═════ AVAILABLE RECORDS

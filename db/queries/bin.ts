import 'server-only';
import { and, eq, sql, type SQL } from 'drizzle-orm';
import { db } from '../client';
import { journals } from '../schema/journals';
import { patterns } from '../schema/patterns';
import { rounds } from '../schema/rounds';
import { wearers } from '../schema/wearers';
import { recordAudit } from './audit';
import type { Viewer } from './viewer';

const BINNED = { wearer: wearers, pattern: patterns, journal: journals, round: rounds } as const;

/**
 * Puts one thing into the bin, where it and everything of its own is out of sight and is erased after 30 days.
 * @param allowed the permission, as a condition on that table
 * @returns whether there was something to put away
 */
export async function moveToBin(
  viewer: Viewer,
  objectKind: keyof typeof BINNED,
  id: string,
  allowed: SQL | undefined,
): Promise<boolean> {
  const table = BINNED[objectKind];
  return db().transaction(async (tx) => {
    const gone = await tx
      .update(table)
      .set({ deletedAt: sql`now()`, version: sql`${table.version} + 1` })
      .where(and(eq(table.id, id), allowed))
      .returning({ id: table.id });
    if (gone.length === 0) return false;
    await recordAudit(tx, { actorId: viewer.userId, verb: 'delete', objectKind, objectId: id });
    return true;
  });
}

══════════
═════ AVAILABLE RECORDS

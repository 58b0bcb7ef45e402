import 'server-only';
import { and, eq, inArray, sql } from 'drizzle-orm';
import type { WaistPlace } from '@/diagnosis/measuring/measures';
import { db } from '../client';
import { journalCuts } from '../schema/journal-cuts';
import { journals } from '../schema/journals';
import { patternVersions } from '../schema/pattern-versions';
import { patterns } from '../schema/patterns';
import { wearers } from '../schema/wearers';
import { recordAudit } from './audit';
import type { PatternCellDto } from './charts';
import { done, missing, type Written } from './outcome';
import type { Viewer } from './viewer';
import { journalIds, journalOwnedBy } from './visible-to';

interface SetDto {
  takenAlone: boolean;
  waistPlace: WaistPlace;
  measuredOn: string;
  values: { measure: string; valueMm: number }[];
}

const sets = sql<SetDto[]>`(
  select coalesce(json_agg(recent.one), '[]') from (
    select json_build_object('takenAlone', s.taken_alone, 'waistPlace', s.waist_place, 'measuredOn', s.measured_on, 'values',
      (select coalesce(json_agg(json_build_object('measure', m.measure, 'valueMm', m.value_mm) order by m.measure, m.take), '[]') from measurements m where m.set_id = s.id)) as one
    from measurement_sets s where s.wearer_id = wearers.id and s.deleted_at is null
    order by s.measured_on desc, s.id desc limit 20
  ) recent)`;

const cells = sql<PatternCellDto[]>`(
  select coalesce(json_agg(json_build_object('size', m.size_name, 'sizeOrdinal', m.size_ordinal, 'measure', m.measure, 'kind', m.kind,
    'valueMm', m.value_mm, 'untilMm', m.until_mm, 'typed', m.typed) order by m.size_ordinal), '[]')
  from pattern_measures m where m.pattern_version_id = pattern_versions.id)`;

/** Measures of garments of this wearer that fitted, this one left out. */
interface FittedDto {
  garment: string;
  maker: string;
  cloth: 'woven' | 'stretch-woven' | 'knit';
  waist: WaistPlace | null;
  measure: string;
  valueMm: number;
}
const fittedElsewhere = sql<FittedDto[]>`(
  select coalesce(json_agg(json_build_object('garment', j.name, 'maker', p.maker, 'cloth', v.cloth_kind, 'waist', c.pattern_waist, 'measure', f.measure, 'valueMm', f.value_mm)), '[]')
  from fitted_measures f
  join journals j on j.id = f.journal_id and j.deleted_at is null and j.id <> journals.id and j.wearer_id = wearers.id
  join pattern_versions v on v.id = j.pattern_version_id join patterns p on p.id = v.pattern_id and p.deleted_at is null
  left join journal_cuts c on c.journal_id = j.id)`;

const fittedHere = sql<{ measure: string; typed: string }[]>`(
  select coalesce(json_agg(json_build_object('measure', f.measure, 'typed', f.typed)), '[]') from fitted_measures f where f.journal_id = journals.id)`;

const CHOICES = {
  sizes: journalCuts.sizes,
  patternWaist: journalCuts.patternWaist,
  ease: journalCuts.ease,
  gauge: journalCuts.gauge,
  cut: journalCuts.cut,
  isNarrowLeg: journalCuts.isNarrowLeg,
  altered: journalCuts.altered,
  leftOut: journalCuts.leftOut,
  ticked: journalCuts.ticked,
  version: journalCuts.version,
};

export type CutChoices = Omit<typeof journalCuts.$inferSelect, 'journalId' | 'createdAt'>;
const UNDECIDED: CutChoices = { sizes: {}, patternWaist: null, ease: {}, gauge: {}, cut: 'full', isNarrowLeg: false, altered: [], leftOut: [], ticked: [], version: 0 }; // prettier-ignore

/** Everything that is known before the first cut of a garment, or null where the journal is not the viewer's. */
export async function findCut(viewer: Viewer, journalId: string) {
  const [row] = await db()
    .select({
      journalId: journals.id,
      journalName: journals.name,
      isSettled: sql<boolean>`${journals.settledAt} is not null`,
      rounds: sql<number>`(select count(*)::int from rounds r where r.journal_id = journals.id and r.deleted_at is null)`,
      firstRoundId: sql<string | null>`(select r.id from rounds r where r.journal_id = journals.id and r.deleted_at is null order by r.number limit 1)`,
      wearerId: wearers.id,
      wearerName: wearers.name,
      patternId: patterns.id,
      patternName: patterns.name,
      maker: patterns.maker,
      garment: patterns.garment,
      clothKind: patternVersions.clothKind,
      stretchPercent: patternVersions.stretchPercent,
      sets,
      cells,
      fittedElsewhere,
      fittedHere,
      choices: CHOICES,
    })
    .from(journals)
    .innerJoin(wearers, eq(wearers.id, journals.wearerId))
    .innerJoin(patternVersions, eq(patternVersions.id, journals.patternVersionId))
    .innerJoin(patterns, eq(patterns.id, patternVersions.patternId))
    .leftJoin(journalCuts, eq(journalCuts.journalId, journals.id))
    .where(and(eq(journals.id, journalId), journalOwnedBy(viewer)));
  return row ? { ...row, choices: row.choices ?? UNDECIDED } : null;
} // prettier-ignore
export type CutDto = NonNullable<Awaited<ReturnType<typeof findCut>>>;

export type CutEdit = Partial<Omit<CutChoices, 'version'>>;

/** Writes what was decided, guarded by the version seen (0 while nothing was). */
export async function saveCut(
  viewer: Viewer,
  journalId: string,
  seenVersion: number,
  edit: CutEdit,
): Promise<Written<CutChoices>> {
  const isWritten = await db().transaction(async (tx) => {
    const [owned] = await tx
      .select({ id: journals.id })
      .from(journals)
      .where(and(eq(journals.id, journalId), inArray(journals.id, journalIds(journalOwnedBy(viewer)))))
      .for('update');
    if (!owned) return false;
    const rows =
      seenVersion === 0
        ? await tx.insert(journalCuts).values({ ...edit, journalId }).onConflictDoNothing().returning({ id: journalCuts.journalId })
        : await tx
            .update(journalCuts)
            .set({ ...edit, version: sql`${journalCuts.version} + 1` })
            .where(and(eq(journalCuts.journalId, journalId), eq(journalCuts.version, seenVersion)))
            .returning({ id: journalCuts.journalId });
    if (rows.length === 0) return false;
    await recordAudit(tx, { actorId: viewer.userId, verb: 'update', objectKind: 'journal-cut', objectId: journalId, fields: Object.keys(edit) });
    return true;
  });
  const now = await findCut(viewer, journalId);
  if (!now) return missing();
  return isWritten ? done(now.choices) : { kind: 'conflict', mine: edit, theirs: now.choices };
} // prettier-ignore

══════════

WORK INSTRUCTION:
Every line above that holds the string "boolean" should be returned.

SOLUTION FOR THIS PROBLEM:
): Promise<boolean> {
  takenAlone: boolean;
      isSettled: sql<boolean>`${journals.settledAt} is not null`,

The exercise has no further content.